Historically this analytical process has involved a lot of custom code. Often the analytical process is stitched together by a series of scripts possibly in several different languages that write various intermediate results to disk. Thanks to advances in modern tooling these process can be significantly improved. In this series of blogposts, we will outline ways for image scientists to leverage different tools to move towards a high level, friendly, cohesive, interactive analytical pipeline.
This post in particular focuses on loading and managing large stacks of image data in parallel from Python.
Loading large image data can be a complex and often unique problem. Different groups may choose to store this across many files on disk, a commodity or custom database solution, or they may opt to store it in the cloud. Not all datasets within the same group may be treated the same for a variety of reasons. In short, this means loading data is a hard and expensive problem.
Despite data being stored in many different ways, often groups want to reapply the same analytical pipeline to these datasets. However if the data pipeline is tightly coupled to a particular way of loading the data for later analytical steps, it may be very difficult if not impossible to reuse an existing pipeline. In other words, there is friction between the loading and analysis steps, which frustrates efforts to make things reusable.
Having a modular and general way to load data makes it easy to present data stored differently in a standard way. Further having a standard way to present data to analytical pipelines allows that part of the pipeline to focus on what it does best, analysis! In general, this should decouple these to components in a way that improves the experience of users involved in all parts of the pipeline.
We will use image data generously provided by Gokul Upadhyayula at the Advanced Bioimaging Center at UC Berkeley and discussed in this paper (preprint), though the workloads presented here should work for any kind of imaging data, or array data generally.
Load image data with Dask
Let’s start again with our image data from the top of the post:
$ $ ls /path/to/files/raw/ | head ex6-2_CamA_ch1_CAM1_stack0000_560nm_0000000msec_0001291795msecAbs_000x_000y_000z_0000t.tif ex6-2_CamA_ch1_CAM1_stack0001_560nm_0043748msec_0001335543msecAbs_000x_000y_000z_0000t.tif ex6-2_CamA_ch1_CAM1_stack0002_560nm_0087497msec_0001379292msecAbs_000x_000y_000z_0000t.tif ex6-2_CamA_ch1_CAM1_stack0003_560nm_0131245msec_0001423040msecAbs_000x_000y_000z_0000t.tif ex6-2_CamA_ch1_CAM1_stack0004_560nm_0174993msec_0001466788msecAbs_000x_000y_000z_0000t.tif
Load a single sample image with Scikit-Image
To load a single image, we use Scikit-Image:
>>> import glob >>> filenames = glob.glob("/path/to/files/raw/*.tif") >>> len(filenames) 597 >>> import imageio >>> sample = imageio.imread(filenames) >>> sample.shape (201, 1024, 768)
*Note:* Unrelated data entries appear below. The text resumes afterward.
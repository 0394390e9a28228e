import { describe, expect, it } from 'vitest';
import {
  fitCircleLmeds,
  fitCirclePratt,
  fitCircleTaubin,
  fitCircleTaubinWeighted,
  medianAbsResidual,
  refineCircleGeometric,
} from '../../../core/reconstruct/fit/circle-fit.js';
import { createRandom } from '../../../core/util/random.js';

/** n points on an arc of a circle (cu, cv, r) from angle 0 to arcRad, radial noise σ. */
function arc(n: number, cu: number, cv: number, r: number, arcRad: number, sigma: number, seed: number) {
  const rnd = createRandom(seed);
  const u = new Float64Array(n);
  const v = new Float64Array(n);
  for (let i = 0; i < n; i++) {
    const th = rnd.uniform(0, arcRad);
    const rr = r + sigma * rnd.normal();
    u[i] = cu + rr * Math.cos(th);
    v[i] = cv + rr * Math.sin(th);
  }
  return { u, v };
}

const ARCS: [string, number][] = [
  ['full', 2 * Math.PI],
  ['half', Math.PI],
  ['60°', Math.PI / 3],
];

/** Mean radius over seeded replicates, relative to the truth. */
function meanRelError(circleFit: typeof fitCircleTaubin, arcRad: number, sigmaRel: number, n: number): number {
  let sum = 0;
  const reps = 200;
  for (let s = 0; s < reps; s++) {
    const { u, v } = arc(n, 0.3, -0.1, 0.05, arcRad, sigmaRel * 0.05, 100 + s);
    sum += circleFit(u, v)!.radius;
  }
  return sum / reps / 0.05 - 1;
}

describe('fitCircleTaubin', () => {
  it('recovers an exact circle from full, half, 60° and 10° arcs to 1e-10 relative', () => {
    // Analytic case: noise-free points on a circle are an exact zero of the algebraic distance.
    for (const a of [2 * Math.PI, Math.PI, Math.PI / 3, Math.PI / 18]) {
      const { u, v } = arc(50, 0.2, -0.7, 0.031, a, 0, 1);
      const c = fitCircleTaubin(u, v)!;
      expect(Math.abs(c.radius - 0.031) / 0.031).toBeLessThan(1e-10);
      expect(Math.abs(c.cu - 0.2)).toBeLessThan(1e-11);
      expect(Math.abs(c.cv + 0.7)).toBeLessThan(1e-11);
    }
  });

  it('stays within 0.1 µm at projected-frame offsets of 5e6 m', () => {
    // Input spacing of doubles near 5e6 is ~1e-9 m (IEEE 754), so this is the precision the data allow.
    for (const a of [2 * Math.PI, Math.PI / 18]) {
      const { u, v } = arc(50, 412345.2, 5312345.7, 0.031, a, 0, 1);
      const c = fitCircleTaubin(u, v)!;
      expect(Math.abs(c.radius - 0.031)).toBeLessThan(1e-7);
      expect(Math.abs(c.cu - 412345.2)).toBeLessThan(1e-7);
    }
  });

  for (const [name, a] of ARCS) {
    it(`has mean radius bias under 0.5 % on a ${name} arc with 2 % noise`, () => {
      // Taubin's fit is essentially unbiased to O(σ²/r) (Al-Sharadqah & Chernov 2009, Electron. J. Stat. 3:886);
      // 200 replicates × 100 points keep the Monte Carlo error far below the tolerance.
      expect(Math.abs(meanRelError(fitCircleTaubin, a, 0.02, 100))).toBeLessThan(0.005);
    });
  }

  it('does not shrink a 60° arc the way the Kåsa fit does', () => {
    // The Kåsa (1976) fit is known to underestimate radii on short arcs (Chernov 2010, §5.3);
    // compare the same data with a Kåsa fit computed inline.
    const { u, v } = arc(200, 0, 0, 1, Math.PI / 3, 0.03, 9);
    // Kåsa: least squares for u² + v² = A u + B v + C, with A = 2a, B = 2b, C = r² − a² − b²
    let s = [0, 0, 0, 0, 0, 0, 0, 0, 0];
    for (let i = 0; i < u.length; i++) {
      const zz = u[i] * u[i] + v[i] * v[i];
      s = [s[0] + u[i] * u[i], s[1] + u[i] * v[i], s[2] + u[i], s[3] + v[i] * v[i], s[4] + v[i], s[5] + 1, s[6] + zz * u[i], s[7] + zz * v[i], s[8] + zz];
    }
    const m = [[s[0], s[1], s[2]], [s[1], s[3], s[4]], [s[2], s[4], s[5]]];
    const b = [s[6], s[7], s[8]];
    const det = (q: number[][]) => q[0][0] * (q[1][1] * q[2][2] - q[1][2] * q[2][1]) - q[0][1] * (q[1][0] * q[2][2] - q[1][2] * q[2][0]) + q[0][2] * (q[1][0] * q[2][1] - q[1][1] * q[2][0]);
    const D = det(m);
    const sol = [0, 1, 2].map((k) => det(m.map((row, i) => row.map((val, j) => (j === k ? b[i] : val)))) / D);
    const kasaRadius = Math.sqrt(sol[2] + (sol[0] / 2) ** 2 + (sol[1] / 2) ** 2);
    const t = fitCircleTaubin(u, v)!;
    expect(Math.abs(t.radius - 1)).toBeLessThan(Math.abs(kasaRadius - 1));
  });

  it('returns null for fewer than 3 points, collinear points, coincident points and NaN', () => {
    // Degenerate input rule: null, never NaN.
    expect(fitCircleTaubin([0, 1], [0, 1])).toBeNull();
    expect(fitCircleTaubin([0, 1, 2, 3], [0, 2, 4, 6])).toBeNull();
    expect(fitCircleTaubin([1, 1, 1], [2, 2, 2])).toBeNull();
    expect(fitCircleTaubin([0, 1, NaN], [0, 1, 0])).toBeNull();
  });

  it('uses only the first n points when n is given', () => {
    // API contract: n limits the points read.
    const { u, v } = arc(30, 0, 0, 2, 2 * Math.PI, 0, 4);
    u[20] = 99;
    expect(fitCircleTaubin(u, v, 20)!.radius).toBeCloseTo(2, 9);
  });
});

describe('fitCirclePratt', () => {
  it('recovers an exact circle from a half arc to 1e-9', () => {
    // Analytic case, as for Taubin.
    const { u, v } = arc(40, -3, 8, 0.2, Math.PI, 0, 2);
    const c = fitCirclePratt(u, v)!;
    expect(Math.abs(c.radius - 0.2)).toBeLessThan(1e-9);
    expect(Math.abs(c.cu + 3)).toBeLessThan(1e-9);
  });

  it('agrees with Taubin to within the noise on a noisy 60° arc', () => {
    // Pratt and Taubin differ only at O(σ²/r) (Chernov 2010, §5.10).
    const { u, v } = arc(200, 0, 0, 1, Math.PI / 3, 0.01, 5);
    expect(Math.abs(fitCirclePratt(u, v)!.radius - fitCircleTaubin(u, v)!.radius)).toBeLessThan(0.01);
    expect(Math.abs(meanRelError(fitCirclePratt, Math.PI, 0.02, 100))).toBeLessThan(0.005);
  });

  it('returns null for collinear points', () => {
    // Degenerate input rule.
    expect(fitCirclePratt([0, 1, 2], [1, 1, 1])).toBeNull();
  });
});

describe('fitCircleTaubinWeighted', () => {
  it('ignores points of zero weight', () => {
    // Weighted moments: a zero weight removes the point from every sum.
    const { u, v } = arc(40, 1, 1, 0.5, 2 * Math.PI, 0, 6);
    const w = new Float64Array(40).fill(1);
    for (let i = 0; i < 8; i++) {
      u[i] = 5 + i;
      w[i] = 0;
    }
    expect(fitCircleTaubinWeighted(u, v, w)!.radius).toBeCloseTo(0.5, 9);
  });
});

describe('refineCircleGeometric', () => {
  it('lowers the sum of squared geometric distances of the algebraic start', () => {
    // The geometric fit is by definition the minimiser of Σ(|p−c|−r)² (Chernov 2010, §4).
    const { u, v } = arc(100, 0, 0, 1, Math.PI / 2, 0.05, 8);
    const start = fitCircleTaubin(u, v)!;
    const ref = refineCircleGeometric(u, v, start);
    const cost = (c: { cu: number; cv: number; radius: number }) => {
      let s = 0;
      for (let i = 0; i < u.length; i++) s += (Math.hypot(u[i] - c.cu, v[i] - c.cv) - c.radius) ** 2;
      return s;
    };
    expect(cost(ref)).toBeLessThanOrEqual(cost(start));
    // at the minimum the gradient ∂/∂r = −2Σ(ρ−r) vanishes: r is the mean distance to the centre
    let meanRho = 0;
    for (let i = 0; i < u.length; i++) meanRho += Math.hypot(u[i] - ref.cu, v[i] - ref.cv);
    expect(ref.radius).toBeCloseTo(meanRho / u.length, 8);
  });
});

describe('fitCircleLmeds', () => {
  it('recovers a half-arc circle with 40 % gross outliers where Taubin fails', () => {
    // Least median of squares has a 50 % breakdown point (Rousseeuw 1984, JASA 79:871);
    // algebraic fits have breakdown point 0.
    const rnd = createRandom(31);
    const n = 200;
    const u = new Float64Array(n);
    const v = new Float64Array(n);
    for (let i = 0; i < n; i++) {
      const th = rnd.uniform(0, Math.PI);
      const rr = i % 5 < 2 ? rnd.uniform(0, 3) : 1 + 0.002 * rnd.normal();
      u[i] = rr * Math.cos(th);
      v[i] = rr * Math.sin(th);
    }
    const l = fitCircleLmeds(u, v)!;
    expect(Math.abs(l.circle.radius - 1)).toBeLessThan(0.02);
    expect(Math.hypot(l.circle.cu, l.circle.cv)).toBeLessThan(0.02);
    expect(Math.abs(fitCircleTaubin(u, v)!.radius - 1)).toBeGreaterThan(0.05);
    // repeatable: the triples come from a fixed seed
    expect(fitCircleLmeds(u, v)).toEqual(l);
  });

  it('returns null with fewer than 3 points or only collinear points', () => {
    // Degenerate input rule.
    expect(fitCircleLmeds([0, 1], [0, 1])).toBeNull();
    expect(fitCircleLmeds([0, 1, 2, 3], [0, 1, 2, 3])).toBeNull();
  });
});

describe('medianAbsResidual', () => {
  it('is the median distance of the points from the circle line', () => {
    // Points at radii 1, 2, 4 around the origin: |ρ − 2| = 1, 0, 2 → median 1.
    const u = [1, 0, -4];
    const v = [0, 2, 0];
    expect(medianAbsResidual(u, v, 3, { cu: 0, cv: 0, radius: 2 }, new Float64Array(3))).toBe(1);
  });
});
Each filename corresponds to some 3d chunk of a larger image. We can look at a few 2d slices of this single 3d chunk to get some context.
import matplotlib.pyplot as plt import skimage.io plt.figure(figsize=(10, 10)) skimage.io.imshow(sample[:, :, 0])
plt.figure(figsize=(10, 10)) skimage.io.imshow(sample[:, 0, :])
plt.figure(figsize=(10, 10)) skimage.io.imshow(sample[0, :, :])
Investigate Filename Structure
These are slices from only one chunk of a much larger aggregate image.
Our interest here is combining the pieces into a large image stack.
It is common to see a naming structure in the filenames. Each
filename then may indicate a channel, time step, and spatial location with the
<i> being some numeric values (possibly with units). Individual filenames may
have more or less information and may notate it differently than we have.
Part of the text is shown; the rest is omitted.